纪初夏平时胆子不小,但是真正要说什么的事,她胆子不知飞哪了,她将小脑袋凑到司徒瑶嘴边轻声开口:
“男人在DIY高潮的时候喊一个女人的名字是什么意思?”
“你偷看男人DIY?”这是司徒瑶的第一反应,然后马上意识到问题所在,“哪个男人在DIY高潮的时候叫你的名字了?”
纪初夏被她问得恨不得将脸埋进土里!
早知道司徒瑶这个喝过洋墨水的家伙,大脑思维比正常人活跃很多,她就不该问她这种敏感的问题了。
“喂,纪初夏,到底是谁啊?”
“说话啊,夏夏!”
“你不说话,我可就猜了?”
“是不是你们家……”
“司徒瑶,我们友尽了!我要跟小溪学习去。

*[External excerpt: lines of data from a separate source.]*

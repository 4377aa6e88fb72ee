"""Time windsolve's photosphere-anchored Model B solve against a plain scipy reference.

Run by hand from the repository root::

    python benchmarks/bench_diffusion.py

The case is ``configs/bump_wind.toml`` (an invented hot star: M = 10 Msun,
L_ph = 2e5 Lsun, T_eff = 5e4 K, X = 0.7, Z = 0.02, bump opacity with A = 3 at
1.8e5 K, w = 0.15 dex, s = 0; rtol = 1e-8), loaded with
:func:`windsolve.load_model`.  Timed, as medians of ``time.perf_counter``
after a warm-up call:

(a) :func:`windsolve.models.diffusion.shooting.solve_photosphere_anchor` (the compiled
    shooting, bisection and critical-point refinement; no step limit),
(b) :func:`windsolve.solve` on the model (the same solve with the stored
    profile's step limit, plus the subsonic leg, profile and units),
(c) :func:`scipy_reference_diffusion.solve_reference`, the same algorithm on
    ``solve_ivp`` with a plain-Python right-hand side,
(d) a family of N_FAMILY photosphere-anchored solves with T_eff log-spaced in
    FAMILY_T at the config's L_ph (one pass, wall time), with every
    SPOT_EVERY-th member checked against the reference.

(a) and (c) get the same ``P, O`` (``model.kernel_arrays``), L_ph, T_eff and
rtol.  "N(c)/g" is |N| at (r_c, v = c_T(T_c), T_c) over GM/r_c^2, with the
Mdot and Edot of the photosphere: how well the reported critical point sits
on the critical curve (plain-Python evaluation, as in the reference).
"""

import collections
import functools
import math
import os
import time

import numpy as np
from scipy_reference_diffusion import _Wind, solve_reference  # this script's folder
from timing import median_ms  # this script's folder

import windsolve
from windsolve.models.diffusion import kernels as D
from windsolve.models.diffusion import shooting as B

ROOT = os.path.dirname(os.path.dirname(os.path.abspath(__file__)))
CONFIG = os.path.join(ROOT, "configs", "bump_wind.toml")
N_WINDSOLVE = 50
N_API = 30
N_SCIPY = 5
N_FAMILY = 100
FAMILY_T = (3e4, 8e4)  # K
SPOT_EVERY = 10
GOAL_MS = 50.0
GOAL_RATIO = 30.0
GOAL_FAMILY_S = 5.0
GOAL_AGREE = 1e-7


def windsolve_shots(P, O, L_ph, T_eff, rtol):
    """Inward shots from the photosphere in one windsolve solve (untimed, counted)."""
    count = [0]
    originals = {name: getattr(D, name) for name in ("shoot_from_photosphere", "shoot_stored")}

    def counted(fn):
        def call(*args):
            count[0] += 1
            return fn(*args)
        return call

    try:
        for name, fn in originals.items():
            setattr(D, name, counted(fn))
        B.solve_photosphere_anchor(P, O, L_ph, T_eff, rtol)
    finally:
        for name, fn in originals.items():
            setattr(D, name, fn)
    return count[0]


def critical_residual(P, O, L_ph, T_eff, mdot, rc, Tc):
    """|N(r_c, c_T(T_c), T_c)| / (GM / r_c^2) at the photosphere's Mdot and Edot."""
    w = _Wind(P, O)
    w.set_photosphere(float(mdot), B.photosphere_radius(L_ph, T_eff), float(L_ph),
                      float(T_eff))
    return abs(w.n_of(rc, math.sqrt(w.KG * Tc), Tc)) * rc * rc / w.GM


def rel(a, b):
    return abs(a / b - 1.0)


def family(P, O, L_ph, rtol):
    """Time N_FAMILY anchored solves; spot-check every SPOT_EVERY-th against scipy."""
    temps = np.geomspace(FAMILY_T[0], FAMILY_T[1], N_FAMILY)
    solutions = {}
    failures = collections.Counter()
    t0 = time.perf_counter()
    for i, T_eff in enumerate(temps):
        try:
            solutions[i] = B.solve_photosphere_anchor(P, O, L_ph, T_eff, rtol)[0].crit
        except B.ModelBFailure as failure:
            failures[failure.code] += 1
    seconds = time.perf_counter() - t0
    worst = np.zeros(3)
    checked = 0
    for i in range(0, N_FAMILY, SPOT_EVERY):
        if i not in solutions:
            continue
        c = solutions[i]
        ref = solve_reference(P, O, L_ph, temps[i], rtol)
        diffs = (rel(ref["mass_loss_rate"], c.mdot), rel(ref["sonic_radius"], c.rc),
                 rel(ref["sonic_temperature"], c.Tc))
        worst = np.maximum(worst, diffs)
        checked += 1
    mdots = [c.mdot for c in solutions.values()]
    return seconds, len(solutions), failures, mdots, checked, worst


def main():
    model = windsolve.load_model(CONFIG)
    P, O = model.kernel_arrays
    L_ph = float(model.cgs("photosphere_luminosity"))
    T_eff = float(model.cgs("photosphere_temperature"))
    rtol = float(model.rtol)
    print(f"windsolve Model B (photosphere anchor) vs plain scipy reference: {model.name}")
    print(f"  L_ph = {L_ph:.4e} erg/s, T_eff = {T_eff:g} K, R_ph = "
          f"{B.photosphere_radius(L_ph, T_eff):.6e} cm, rtol = {rtol:g}")

    t0 = time.perf_counter()
    B.solve_photosphere_anchor(P, O, L_ph, T_eff, rtol)  # load numba's cache
    first_ms = 1e3 * (time.perf_counter() - t0)
    t_ws, (sol, n_stored) = median_ms(
        functools.partial(B.solve_photosphere_anchor, P, O, L_ph, T_eff, rtol), N_WINDSOLVE)
    c = sol.crit
    shots_ws = windsolve_shots(P, O, L_ph, T_eff, rtol)

    windsolve.solve(model)
    t_api, result = median_ms(functools.partial(windsolve.solve, model), N_API)
    if not result.converged:
        raise RuntimeError(f"windsolve.solve failed: {result.message}")
    s = result.summary
    api = (s["mass_loss_rate"].to_value("g/s"), s["sonic_radius"].to_value("cm"),
           s["sonic_temperature"].to_value("K"))

    t_sp, ref = median_ms(functools.partial(solve_reference, P, O, L_ph, T_eff, rtol), N_SCIPY)

    header = (f"{'solver':<34} {'median [ms]':>11} {'runs':>4} {'shots':>5} "
              f"{'Mdot [g/s]':>22} {'r_c [cm]':>22} {'T_c [K]':>19}")
    print(header)
    print("-" * len(header))
    rows = [("(a) windsolve anchor (compiled)", t_ws, N_WINDSOLVE, shots_ws,
             (c.mdot, c.rc, c.Tc)),
            ("(b) windsolve.solve(model)", t_api, N_API, None, api),
            ("(c) scipy reference (solve_ivp)", t_sp, N_SCIPY, ref["n_shots"],
             (ref["mass_loss_rate"], ref["sonic_radius"], ref["sonic_temperature"]))]
    for name, t, runs, shots, (mdot, rc, Tc) in rows:
        shots = "" if shots is None else str(shots)
        print(f"{name:<34} {t:11.3f} {runs:4d} {shots:>5} {mdot:22.15e} {rc:22.15e} "
              f"{Tc:19.12f}")
    ratio = t_sp / t_ws
    d_mdot = rel(ref["mass_loss_rate"], c.mdot)
    d_rc = rel(ref["sonic_radius"], c.rc)
    d_Tc = rel(ref["sonic_temperature"], c.Tc)
    print(f"  speed-up (c)/(a): {ratio:.1f}x; (b)/(a): {t_api / t_ws:.2f}; first windsolve "
          f"call in process {first_ms:.1f} ms; {n_stored} stored points on the final shot")
    print(f"  agreement (a) vs (c): Mdot {d_mdot:.1e}, r_c {d_rc:.1e}, T_c {d_Tc:.1e}")
    print(f"  (b) vs (a) (profile step limit {B.PROFILE_STEP} in ln r changes the steps): "
          f"Mdot {rel(api[0], c.mdot):.1e}, r_c {rel(api[1], c.rc):.1e}, "
          f"T_c {rel(api[2], c.Tc):.1e}")
    res = [critical_residual(P, O, L_ph, T_eff, m, r, T) for m, r, T in
           ((c.mdot, c.rc, c.Tc), api, (ref["mass_loss_rate"], ref["sonic_radius"],
                                       ref["sonic_temperature"]))]
    print(f"  N(c)/g: (a) {res[0]:.1e}, (b) {res[1]:.1e}, (c) {res[2]:.1e}")
    if max(res) > 1e-10:
        print("  NOTE: a reported T_c is off the critical curve N = 0 at its r_c (N(c)/g > "
              "1e-10): a final T_c projection that stopped early")
    worst_agree = max(d_mdot, d_rc)
    if worst_agree > GOAL_AGREE or d_Tc > GOAL_AGREE:
        print(f"  WARNING: (a) and (c) differ by more than {GOAL_AGREE:g}")

    seconds, n_ok, failures, mdots, checked, worst = family(P, O, L_ph, rtol)
    print(f"(d) family: {N_FAMILY} anchored solves, T_eff {FAMILY_T[0]:g}..{FAMILY_T[1]:g} K "
          f"(log-spaced), L_ph as above: {seconds:.3f} s ({1e3 * seconds / N_FAMILY:.2f} ms "
          f"each); converged {n_ok}/{N_FAMILY}"
          + (f", failures by code {dict(failures)}" if failures else ""))
    if mdots:
        print(f"  Mdot {min(mdots):.4e} .. {max(mdots):.4e} g/s; reference spot check on "
              f"{checked} members, worst rel diff: Mdot {worst[0]:.1e}, r_c {worst[1]:.1e}, "
              f"T_c {worst[2]:.1e}")

    ok = [t_ws <= GOAL_MS, ratio >= GOAL_RATIO, seconds <= GOAL_FAMILY_S,
          max(worst_agree, worst[0], worst[1]) <= GOAL_AGREE]
    print(f"goal: photosphere-anchored solve <= {GOAL_MS:g} ms median, >= {GOAL_RATIO:g}x vs "
          f"scipy: {t_ws:.3f} ms, {ratio:.1f}x "
          f"[{'met' if ok[0] and ok[1] else 'NOT met'}]")
    print(f"goal: {N_FAMILY}-member family <= {GOAL_FAMILY_S:g} s: {seconds:.3f} s "
          f"[{'met' if ok[2] else 'NOT met'}]")
    print(f"goal: Mdot and r_c agree to <= {GOAL_AGREE:g}: "
          f"[{'met' if ok[3] else 'NOT met'}]")


if __name__ == "__main__":
    main()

”
自己的问题没得到解决,反而被人问得无地自容,纪初夏干脆做鸵鸟,走人!
—
秦氏商业。
秦正阳敲门进入秦程的办公室时,秦程正在接电话,他便在沙发上随意地坐了一下。
五分钟后,秦程结束通话。
“今天云锦集团那个大单是你拿下的?”秦程一边点上一根烟一边问。
秦正阳早就知道他是因为这件事叫他进来的,点了点头:“是我。”
“以后云家的事情,你不要插手。”
“你怕?”
秦正阳豁地从沙发上站起来,目光烔烔地逼视着正在抽烟的秦程。